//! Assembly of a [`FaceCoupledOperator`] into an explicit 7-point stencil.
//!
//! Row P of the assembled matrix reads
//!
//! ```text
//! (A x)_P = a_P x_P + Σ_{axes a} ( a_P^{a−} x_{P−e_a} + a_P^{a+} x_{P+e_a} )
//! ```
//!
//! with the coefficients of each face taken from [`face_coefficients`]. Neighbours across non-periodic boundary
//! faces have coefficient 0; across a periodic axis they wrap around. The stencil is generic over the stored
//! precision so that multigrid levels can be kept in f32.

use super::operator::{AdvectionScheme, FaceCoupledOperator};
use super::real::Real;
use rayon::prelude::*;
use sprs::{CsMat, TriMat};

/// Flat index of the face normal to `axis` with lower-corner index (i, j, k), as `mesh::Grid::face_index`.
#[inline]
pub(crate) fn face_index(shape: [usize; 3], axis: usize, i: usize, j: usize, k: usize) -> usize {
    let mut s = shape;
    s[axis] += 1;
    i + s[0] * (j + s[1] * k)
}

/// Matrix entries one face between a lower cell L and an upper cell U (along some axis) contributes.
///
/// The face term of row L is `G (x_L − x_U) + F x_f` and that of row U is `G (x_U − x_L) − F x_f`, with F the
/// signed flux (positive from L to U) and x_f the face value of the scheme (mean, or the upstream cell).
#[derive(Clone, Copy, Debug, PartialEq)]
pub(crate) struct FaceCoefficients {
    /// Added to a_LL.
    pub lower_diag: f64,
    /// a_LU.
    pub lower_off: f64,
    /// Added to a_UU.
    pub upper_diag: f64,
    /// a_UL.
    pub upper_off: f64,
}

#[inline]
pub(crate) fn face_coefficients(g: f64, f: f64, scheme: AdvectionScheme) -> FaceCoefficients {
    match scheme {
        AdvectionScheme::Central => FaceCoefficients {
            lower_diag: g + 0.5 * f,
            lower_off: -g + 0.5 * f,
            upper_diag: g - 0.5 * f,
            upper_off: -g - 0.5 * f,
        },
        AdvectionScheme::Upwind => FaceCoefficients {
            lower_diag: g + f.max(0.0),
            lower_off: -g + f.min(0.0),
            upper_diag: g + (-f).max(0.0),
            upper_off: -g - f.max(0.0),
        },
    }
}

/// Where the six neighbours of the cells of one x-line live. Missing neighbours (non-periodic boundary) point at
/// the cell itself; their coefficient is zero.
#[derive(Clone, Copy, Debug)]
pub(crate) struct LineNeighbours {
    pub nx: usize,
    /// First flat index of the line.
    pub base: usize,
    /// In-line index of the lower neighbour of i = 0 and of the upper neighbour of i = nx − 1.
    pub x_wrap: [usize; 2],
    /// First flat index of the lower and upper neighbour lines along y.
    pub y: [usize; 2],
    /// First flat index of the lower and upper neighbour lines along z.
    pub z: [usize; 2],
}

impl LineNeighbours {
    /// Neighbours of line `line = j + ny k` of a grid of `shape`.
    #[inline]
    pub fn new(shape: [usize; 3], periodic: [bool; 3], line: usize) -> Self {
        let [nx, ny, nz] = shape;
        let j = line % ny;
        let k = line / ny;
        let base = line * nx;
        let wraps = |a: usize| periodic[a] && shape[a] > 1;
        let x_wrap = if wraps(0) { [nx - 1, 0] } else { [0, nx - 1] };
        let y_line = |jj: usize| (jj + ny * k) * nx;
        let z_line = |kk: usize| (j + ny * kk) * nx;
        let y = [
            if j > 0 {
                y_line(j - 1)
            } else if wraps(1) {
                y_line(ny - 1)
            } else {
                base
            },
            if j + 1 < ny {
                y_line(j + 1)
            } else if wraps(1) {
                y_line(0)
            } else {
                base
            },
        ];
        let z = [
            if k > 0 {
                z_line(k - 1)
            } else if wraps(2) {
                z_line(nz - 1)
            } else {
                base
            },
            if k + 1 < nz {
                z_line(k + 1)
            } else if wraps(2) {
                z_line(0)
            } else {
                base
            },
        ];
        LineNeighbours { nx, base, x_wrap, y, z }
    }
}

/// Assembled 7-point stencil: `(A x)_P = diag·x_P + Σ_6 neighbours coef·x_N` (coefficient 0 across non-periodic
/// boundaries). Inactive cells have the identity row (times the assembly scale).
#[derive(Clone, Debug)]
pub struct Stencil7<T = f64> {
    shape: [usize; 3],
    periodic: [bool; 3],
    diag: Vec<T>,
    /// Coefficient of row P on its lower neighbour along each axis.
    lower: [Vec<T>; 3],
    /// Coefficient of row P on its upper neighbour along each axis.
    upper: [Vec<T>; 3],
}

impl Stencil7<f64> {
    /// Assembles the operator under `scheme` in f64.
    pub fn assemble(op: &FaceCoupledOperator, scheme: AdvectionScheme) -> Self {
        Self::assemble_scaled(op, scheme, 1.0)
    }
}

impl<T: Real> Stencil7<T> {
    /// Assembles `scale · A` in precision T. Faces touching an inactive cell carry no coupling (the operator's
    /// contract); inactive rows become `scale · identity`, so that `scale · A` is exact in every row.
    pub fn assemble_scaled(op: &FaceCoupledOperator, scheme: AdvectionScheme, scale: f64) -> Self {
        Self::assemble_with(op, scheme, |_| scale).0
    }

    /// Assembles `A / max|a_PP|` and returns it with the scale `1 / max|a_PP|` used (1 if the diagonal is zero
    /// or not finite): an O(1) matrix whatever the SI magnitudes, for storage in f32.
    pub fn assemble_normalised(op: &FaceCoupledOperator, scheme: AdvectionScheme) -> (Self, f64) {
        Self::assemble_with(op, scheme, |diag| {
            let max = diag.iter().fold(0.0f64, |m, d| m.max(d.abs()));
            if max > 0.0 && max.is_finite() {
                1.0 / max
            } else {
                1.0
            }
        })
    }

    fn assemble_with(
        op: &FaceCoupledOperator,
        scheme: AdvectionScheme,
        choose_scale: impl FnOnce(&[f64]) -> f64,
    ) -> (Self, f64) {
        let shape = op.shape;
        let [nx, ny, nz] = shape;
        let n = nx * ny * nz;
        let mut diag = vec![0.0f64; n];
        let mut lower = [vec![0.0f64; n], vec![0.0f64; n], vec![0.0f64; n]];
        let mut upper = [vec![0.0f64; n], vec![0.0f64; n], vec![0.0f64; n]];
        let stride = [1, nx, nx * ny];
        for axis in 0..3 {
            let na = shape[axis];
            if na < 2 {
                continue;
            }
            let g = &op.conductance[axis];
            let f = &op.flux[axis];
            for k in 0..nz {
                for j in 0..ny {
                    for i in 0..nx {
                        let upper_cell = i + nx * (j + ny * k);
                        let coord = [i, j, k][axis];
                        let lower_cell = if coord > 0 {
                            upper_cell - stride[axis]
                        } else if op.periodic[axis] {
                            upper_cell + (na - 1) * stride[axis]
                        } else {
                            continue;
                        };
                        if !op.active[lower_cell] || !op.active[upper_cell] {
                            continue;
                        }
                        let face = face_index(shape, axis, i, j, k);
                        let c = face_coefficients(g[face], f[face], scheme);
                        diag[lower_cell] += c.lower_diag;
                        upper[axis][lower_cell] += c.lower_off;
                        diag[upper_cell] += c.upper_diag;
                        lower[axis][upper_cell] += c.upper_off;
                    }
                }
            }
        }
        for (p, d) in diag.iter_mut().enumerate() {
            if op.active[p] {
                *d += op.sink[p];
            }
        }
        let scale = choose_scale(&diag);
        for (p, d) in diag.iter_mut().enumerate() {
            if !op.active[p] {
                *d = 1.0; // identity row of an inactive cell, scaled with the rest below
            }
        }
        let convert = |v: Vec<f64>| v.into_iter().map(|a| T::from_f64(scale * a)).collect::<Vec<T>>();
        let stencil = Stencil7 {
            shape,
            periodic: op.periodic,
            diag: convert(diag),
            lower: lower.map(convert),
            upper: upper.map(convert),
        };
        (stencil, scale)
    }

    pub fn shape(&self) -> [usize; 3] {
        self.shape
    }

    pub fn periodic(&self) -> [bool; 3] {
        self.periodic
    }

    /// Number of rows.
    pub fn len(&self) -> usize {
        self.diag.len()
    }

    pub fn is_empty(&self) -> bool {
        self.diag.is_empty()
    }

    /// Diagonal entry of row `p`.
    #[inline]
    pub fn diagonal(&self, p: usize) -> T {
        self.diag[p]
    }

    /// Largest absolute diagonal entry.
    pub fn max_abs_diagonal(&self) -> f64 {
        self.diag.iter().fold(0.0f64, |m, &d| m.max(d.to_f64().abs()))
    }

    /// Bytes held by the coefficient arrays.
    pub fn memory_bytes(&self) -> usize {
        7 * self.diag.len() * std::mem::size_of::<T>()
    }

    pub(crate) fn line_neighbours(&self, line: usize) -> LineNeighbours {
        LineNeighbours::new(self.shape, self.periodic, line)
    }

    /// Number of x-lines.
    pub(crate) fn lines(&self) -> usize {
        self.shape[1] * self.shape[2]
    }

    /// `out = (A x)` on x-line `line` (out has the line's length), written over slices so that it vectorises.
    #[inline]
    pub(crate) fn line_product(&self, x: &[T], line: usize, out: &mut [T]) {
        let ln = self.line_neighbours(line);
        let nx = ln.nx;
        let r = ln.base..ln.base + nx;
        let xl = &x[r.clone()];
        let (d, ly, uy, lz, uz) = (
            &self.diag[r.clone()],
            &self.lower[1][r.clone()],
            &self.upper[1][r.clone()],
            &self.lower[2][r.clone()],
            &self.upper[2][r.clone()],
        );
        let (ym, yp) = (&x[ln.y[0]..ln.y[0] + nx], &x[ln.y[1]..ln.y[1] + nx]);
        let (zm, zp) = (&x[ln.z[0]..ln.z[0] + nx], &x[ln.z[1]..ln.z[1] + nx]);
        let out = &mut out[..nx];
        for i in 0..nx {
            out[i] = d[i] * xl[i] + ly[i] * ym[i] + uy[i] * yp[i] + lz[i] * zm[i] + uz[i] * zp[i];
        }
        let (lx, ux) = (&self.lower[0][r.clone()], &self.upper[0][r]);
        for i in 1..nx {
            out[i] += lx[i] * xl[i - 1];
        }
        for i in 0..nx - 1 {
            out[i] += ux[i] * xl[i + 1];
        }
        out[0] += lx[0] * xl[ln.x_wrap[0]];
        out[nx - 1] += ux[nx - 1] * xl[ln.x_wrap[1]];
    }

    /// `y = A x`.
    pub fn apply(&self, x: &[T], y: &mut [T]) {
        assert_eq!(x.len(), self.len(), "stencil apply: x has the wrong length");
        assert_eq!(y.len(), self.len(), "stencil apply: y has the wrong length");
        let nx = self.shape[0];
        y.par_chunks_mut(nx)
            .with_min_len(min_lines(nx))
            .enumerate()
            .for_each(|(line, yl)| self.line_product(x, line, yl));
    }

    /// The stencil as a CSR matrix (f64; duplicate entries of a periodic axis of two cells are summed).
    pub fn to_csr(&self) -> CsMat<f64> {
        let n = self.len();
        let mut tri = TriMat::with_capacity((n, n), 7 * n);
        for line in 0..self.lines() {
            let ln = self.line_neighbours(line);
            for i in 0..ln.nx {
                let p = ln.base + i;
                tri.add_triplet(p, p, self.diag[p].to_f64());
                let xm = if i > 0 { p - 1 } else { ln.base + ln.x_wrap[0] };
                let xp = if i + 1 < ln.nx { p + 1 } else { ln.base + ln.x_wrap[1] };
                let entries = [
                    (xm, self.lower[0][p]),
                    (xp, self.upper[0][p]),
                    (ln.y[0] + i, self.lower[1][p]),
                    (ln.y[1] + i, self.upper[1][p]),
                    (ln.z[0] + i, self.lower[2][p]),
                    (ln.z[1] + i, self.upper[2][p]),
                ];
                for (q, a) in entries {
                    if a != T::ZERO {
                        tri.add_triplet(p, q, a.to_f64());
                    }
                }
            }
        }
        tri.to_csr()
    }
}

## Your task
What is the number of lines in the data holding the word "bool"? Reply with that number only.

## Solution
4